The interaction among antioxidants is increasingly acknowledged because of its antioxidant effects on food stability and possible health benefits1. Antioxidants from natural sources, such as green tea extracts, contain several compounds with antioxidative properties. The antioxidants in these extracts interact with the antioxidants of lipid-containing food and with the endogenous antioxidants present in the food2. When the antioxidants are combined, antioxidant synergy occurs; this process generates an overall effect greater than the consolidated but separate antioxidant effects3.
Osmanthus fragrans is a common Chinese ornamental plant and used as a traditional folk medicine for thousands of years4. O. fragrans flowers contain several bioactive components, such as flavonoids and phenolic acids5, which exhibit neuroprotection, free radical scavenging, protection against aging and antioxidant effects6. In China, O. fragrans flowers are persistently used to improve the flavour of tea, food and beverages7. Recently, the antioxidant synergy among phenolic compounds, such as caffeic acid, gallic acid and chlorogenic acid, and flavonoids, such as rutin and quercetin, have been investigated in vitro8. Tea polyphenols are the most potent antioxidants among all known plant phenols9. Furthermore, they are reported to have antioxidant synergy with many substances, such as iron10, quercetin 3-β-glucoside11 and some herbs12. Colon and Nerín13 found that the flavonols in tea extracts provided additive interactions and the tea catechins contributed to the antioxidant synergy in green tea.

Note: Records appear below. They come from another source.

/**
 * A framework-free store: one plain state object, a setter that merges a
 * patch, and subscribers told of each change with the new and previous state.
 * A patch whose every key already holds the same value (Object.is, one level
 * deep) changes nothing: the state keeps its reference and nobody is told.
 */
export interface Store<T> {
  get(): T;
  /** Merge a patch (or the patch a function of the current state returns); notifies only when a key changes. */
  set(patch: Partial<T> | ((s: T) => Partial<T>)): void;
  /** Called after every change; returns the unsubscribe function. */
  subscribe(fn: (s: T, prev: T) => void): () => void;
}

/** True when every key of `patch` already holds that value in `state` (Object.is). */
function changesNothing<T extends object>(state: T, patch: Partial<T>): boolean {
  for (const k of Object.keys(patch) as (keyof T)[]) {
    if (!Object.is(state[k], patch[k])) return false;
  }
  return true;
}

export function createStore<T extends object>(initial: T): Store<T> {
  let state = initial;
  const listeners = new Set<(s: T, prev: T) => void>();
  return {
    get: () => state,
    set(patch) {
      const p = typeof patch === 'function' ? patch(state) : patch;
      if (changesNothing(state, p)) return;
      const prev = state;
      state = { ...state, ...p };
      for (const fn of listeners) fn(state, prev);
    },
    subscribe(fn) {
      listeners.add(fn);
      return () => { listeners.delete(fn); };
    },
  };
}
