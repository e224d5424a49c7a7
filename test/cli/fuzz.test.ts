import { describe, it, expect } from 'vitest';
import fc from 'fast-check';
import { cli } from './helpers';
import { EXIT_OK, EXIT_FAILURE, EXIT_USAGE, EXIT_ROWS_FAILED } from '../../src/cli/exit-codes';

// Source: the CLI contract (references §13): whatever the arguments, a command ends with one of the
// documented exit codes, never throws, never prints a stack trace, and a usage error names what was wrong.
// Random argument vectors from each command's flags, plausible and hostile values mixed; bounded, seeded.
// Only cheap runs are let through to the engine (small sweeps, coarse ovals); the rest must fail fast.

const DOCUMENTED = new Set([EXIT_OK, EXIT_FAILURE, EXIT_USAGE, EXIT_ROWS_FAILED]);
const STACK = /\n\s+at .+:\d+:\d+|TypeError|ReferenceError|RangeError|SyntaxError|undefined is not|Cannot read prop/;

const COMMON = ['--time', '--pdyn', '--bz', '--by', '--dst', '--speed', '--tilt-deg', '--internal', '--magnetopause', '--tail', '--imf-efficiency', '--alt-km', '--format', '--help', '--bogus'];
const FLAGS: Record<string, string[]> = {
  field: ['--gsm', '--geo'],
  trace: ['--lat', '--lon', '--height-km', '--coords', '--points', '--conjugate-alt-km'],
  oval: ['--mlt-step', '--hemisphere', '--source-re', '--mlt', '--series-format', '--workers', '--conditions'],
  sweep: ['--vary', '--from', '--to', '--steps', '--mlt', '--hemisphere', '--source-re'],
  timeline: ['--sites', '--conditions', '--from', '--to', '--step-min', '--sun-limit-deg', '--max-zenith-deg', '--series-format', '--conjugate-alt-km'],
};

const value = fc.oneof(
  fc.constantFrom('0', '-5', '2', '60', '1e-15', '1e400', 'NaN', 'Infinity', '0x3C', '', ' ', '--', '-', '=', ',', '1,2', '5,0,0', '60,10,0', '1,2,3,4',
    'igrf', 'dipole', 'on', 'off', 'csv', 'json', 'geojson', 'north', 'both', 'bz', 'pdyn', 'geo', 'mag', '2025-03-20T22:00:00Z', '2031-01-01T00:00:00Z',
    'yesterday', '24', '0.05', '7', '1000', '/nonexistent/file.csv', 'examples/sites.csv', 'examples/series.csv', '2025-03-20T23:00:00Z', '\u0000', 'é', '"'),
  fc.double({ noNaN: false }).map(String),
  fc.string({ maxLength: 8 }),
);

function argv(cmd: string) {
  const flags = [...COMMON, ...FLAGS[cmd]];
  return fc.array(fc.tuple(fc.constantFrom(...flags), fc.option(value, { nil: undefined }), fc.boolean()), { maxLength: 6 })
    .map((parts) => {
      const words: string[] = [cmd];
      for (const [f, v, eq] of parts) {
        if (v === undefined) words.push(f);
        else if (eq) words.push(`${f}=${v}`);
        else words.push(f, v);
      }
      return words;
    })
    // Keep the engine's work small: coarse MLT steps, short sweeps, no real series.
    .filter((w) => !w.some((x, i) => (w[i - 1] === '--steps' && Number(x) > 3) || x.startsWith('--steps=') || (w[i - 1] === '--mlt-step' && Number(x) < 3) || x.startsWith('--mlt-step=') || (w[i - 1] === '--step-min' && Number(x) < 60) || x.startsWith('--step-min=')))
    .map((w) => (w.includes('--mlt-step') || w[0] !== 'oval' ? w : [...w, '--mlt-step', '6']));
}

describe('random argument vectors (fast-check, seeded)', () => {
  for (const cmd of Object.keys(FLAGS)) {
    it(`${cmd}: documented exit codes only, no crash, no stack trace`, async () => {
      await fc.assert(
        fc.asyncProperty(argv(cmd), async (words) => {
          let r;
          try {
            r = await cli(...words);
          } catch (e) {
            throw new Error(`run threw for ${JSON.stringify(words)}: ${String(e)}`);
          }
          expect(DOCUMENTED.has(r.code), `exit ${r.code} for ${JSON.stringify(words)}`).toBe(true);
          expect(STACK.test(r.err), `stack-like text for ${JSON.stringify(words)}: ${r.err}`).toBe(false);
          if (r.code === EXIT_USAGE) expect(r.err, JSON.stringify(words)).toMatch(/^fieldline-atlas( \w+)?: .+\n\(see: /);
          if (r.code === EXIT_OK) expect(r.out.length).toBeGreaterThan(0);
        }),
        { seed: 20261203, numRuns: 60 },
      );
    }, 60_000);
  }
});
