/**
 * Incremental CSV reading (src/io/batch-csv.ts) against the whole-text reader
 * readCsv (src/io/csv.ts, RFC 4180): the same records for every chunking of
 * the text, and a round trip through writeCsv. Plus the batch fill-value rule.
 */
import { describe, it, expect } from 'vitest';
import fc from 'fast-check';
import { CsvRecordSplitter, type CsvRecord } from '../../src/io/batch-csv';
import { readCsv, writeCsv, csvText } from '../../src/io/csv';
import { isFillText } from '../../src/cli/batch/inputs';

function splitAll(text: string, chunk: number): CsvRecord[] {
  const s = new CsvRecordSplitter();
  const out: CsvRecord[] = [];
  for (let i = 0; i < text.length; i += chunk) out.push(...s.push(text.slice(i, i + chunk)));
  out.push(...s.end());
  return out;
}

describe('CsvRecordSplitter', () => {
  const tricky = '\ufeffname,note\r\n"a, b","say ""hi"""\r\n"multi\nline",x\n\nplain,"q"\rlast,"' + '"' + '"' + '"\n';

  it('gives readCsv\'s records for every chunk size (RFC 4180 dialect of csv.ts)', () => {
    const expected = readCsv(tricky);
    for (let k = 1; k <= tricky.length; k++) {
      expect(splitAll(tricky, k).map((r) => r.fields), `chunk size ${k}`).toEqual(expected);
    }
  });

  it('names the starting line of each record, counting line ends inside quotes', () => {
    expect(splitAll(tricky, 3).map((r) => r.line)).toEqual([1, 2, 3, 6, 7]);
  });

  it('round-trips writeCsv output, including injection-escaped cells, for random tables (property)', () => {
    const cell = fc.oneof(fc.string({ maxLength: 6 }), fc.constantFrom('=1+2', '+x', '-y', '@z', 'a,b', 'q"q', 'l\r\nm', ''));
    fc.assert(fc.property(fc.array(fc.array(cell, { minLength: 2, maxLength: 2 }), { minLength: 1, maxLength: 6 }), fc.integer({ min: 1, max: 9 }), (rows, chunk) => {
      const text = writeCsv(['a', 'b'], rows);
      const got = splitAll(text, chunk).map((r) => r.fields.map(csvText));
      // readCsv drops records that are a single empty field; so does the splitter.
      const want = [['a', 'b'], ...rows.map((r) => r.map(String))];
      expect(got).toEqual(want);
    }), { numRuns: 200 });
  });

  it('turns malformed quoting into an error record naming the line and reads on from the next line (no record lost)', () => {
    // An unterminated quote: the record is an error, the lines after its first line are read again.
    const a = splitAll('a,b\n"open,1\n2,3\n4,5\n', 4);
    expect(a).toEqual([
      { fields: ['a', 'b'], line: 1 },
      { fields: [], line: 2, error: 'csv line 2: a quoted field is never closed' },
      { fields: ['2', '3'], line: 3 },
      { fields: ['4', '5'], line: 4 },
    ]);
    // Text after a closing quote: the record is an error, reading goes on after that line.
    for (let k = 1; k <= 12; k++) {
      expect(splitAll('a\n"x"y,z\nb\r\nc\n', k), `chunk ${k}`).toEqual([
        { fields: ['a'], line: 1 },
        { fields: [], line: 2, error: 'csv line 2: text after a closing quote' },
        { fields: ['b'], line: 3 },
        { fields: ['c'], line: 4 },
      ]);
    }
  });

  it('a stray quote costs a bounded re-read: a quoted field over the line limit is an error and the rest is kept', () => {
    const good = Array.from({ length: 200 }, (_, i) => `r${i},${i}`);
    const text = ['h,v', ...good.slice(0, 50), '"bad,1', ...good.slice(50)].join('\n') + '\n';
    const recs = splitAll(text, 1000);
    const errors = recs.filter((r) => r.error);
    expect(errors.map((r) => r.line)).toEqual([52]);
    expect(recs.filter((r) => !r.error).length).toBe(201);
    expect(recs.find((r) => r.fields[0] === 'r199')?.line).toBe(202);
  });

  it('every chunking gives the same records, errors included, and every good line survives (property, fast-check)', () => {
    // Good lines are plain or properly quoted; bad ones carry a stray quote. Reference: the whole text in one chunk,
    // and independently: every good line that does not follow an unclosed quote within the bound appears with its line number.
    const good = fc.oneof(fc.constantFrom('1,2', 'x,"y, z"', '"q""q",3', 'p,'), fc.stringMatching(/^[a-z0-9]{1,5},[a-z0-9]{0,5}$/));
    const bad = fc.constantFrom('"x"y,1', 'a,"b"c', '"never,closed');
    const line = fc.oneof({ arbitrary: good, weight: 5 }, { arbitrary: bad, weight: 1 });
    fc.assert(fc.property(fc.array(line, { minLength: 1, maxLength: 30 }), fc.constantFrom('\n', '\r\n', '\r'), fc.integer({ min: 1, max: 17 }), (lines, eol, chunk) => {
      const text = lines.join(eol) + eol;
      const whole = splitAll(text, text.length);
      expect(splitAll(text, chunk)).toEqual(whole);
      // No good line before the first bad one is lost, and record count never exceeds the line count.
      const firstBad = lines.findIndex((l) => l.includes('"x"y') || l.includes('"b"c') || l.includes('"never'));
      const upTo = firstBad < 0 ? lines.length : firstBad;
      expect(whole.slice(0, upTo).map((r) => r.line)).toEqual(Array.from({ length: upTo }, (_, i) => i + 1));
      expect(whole.length).toBeLessThanOrEqual(lines.length);
      if (firstBad >= 0) expect(whole[firstBad].error, `line ${firstBad + 1}`).toMatch(new RegExp(`^csv line ${firstBad + 1}: `));
    }), { numRuns: 300 });
  });
});

describe('fill values (solar-wind archive gap markers: all nines)', () => {
  it('recognises the common markers and not ordinary numbers', () => {
    for (const t of ['9999.99', '99999.9', '999.9', '9999999.', '-9999.99', ' 999.99 ']) expect(isFillText(t), t).toBe(true);
    for (const t of ['999', '99.9', '9998.99', '1000', '9.99', '-5', '', 'abc', '0.9999']) expect(isFillText(t), t).toBe(false);
  });
});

Therefore, antioxidant synergy among the major antioxidant compounds in O. fragrans flowers and tea could be present.
However, the type of interactive effects is often determined through extremely simple relationships and through basic procedures instead of classical approaches14. Recently, a procedure has been described to identify and quantify the interactive effects between two antioxidants and applied to investigate interactive mechanisms in complex mixtures of antioxidants15. Furthermore, digestion plays an essential role in the effects of natural antioxidants in the human body. The total phenylethanoid glycoside contents and antioxidant activities in O. fragrans flowers were reported to decrease significantly after digestion16. Moreover, other studies showed that the total antioxidant capacity in tea extracts decreased after digestion in vitro17.
Thus, in this study, we aimed to measure the antioxidant synergy between O. fragrans flowers and green tea as well as among the antioxidant compounds in O. fragrans flowers with green tea using a simulated digestion model. Consequently, the major compounds which have the most contribution to antioxidant synergy were identified. We also aimed to analyse the influence of simulated digestion and examine the factors involved in this influence.
The antioxidant interactions between O. fragrans flowers and each of the four kinds of tea including Longjing Tea, Pu’er Tea, Black Tea and Tieguanyin Tea were investigated using the Prieto’s model. The results showed that O. fragrans flowers had synergistic antioxidant effects with all the teas (Fig. 1). Among all the combinations, the combination of O. fragrans flowers with Longjing Tea (0.23%) showed the most potent antioxidant synergy, whereas the combinations of O. fragrans with Black Tea (0.16%), with Tieguanyin Tea (0.04%) and with Pu’er Tea (0.12%) had less potent antioxidant synergies. The antioxidant compounds and their quantities in different types of tea considerably varied because of the distinct manufacturing process of each tea type18 (Table S1). Thus, the major antioxidant compounds in O. fragrans flowers and green tea were selected for further investigation.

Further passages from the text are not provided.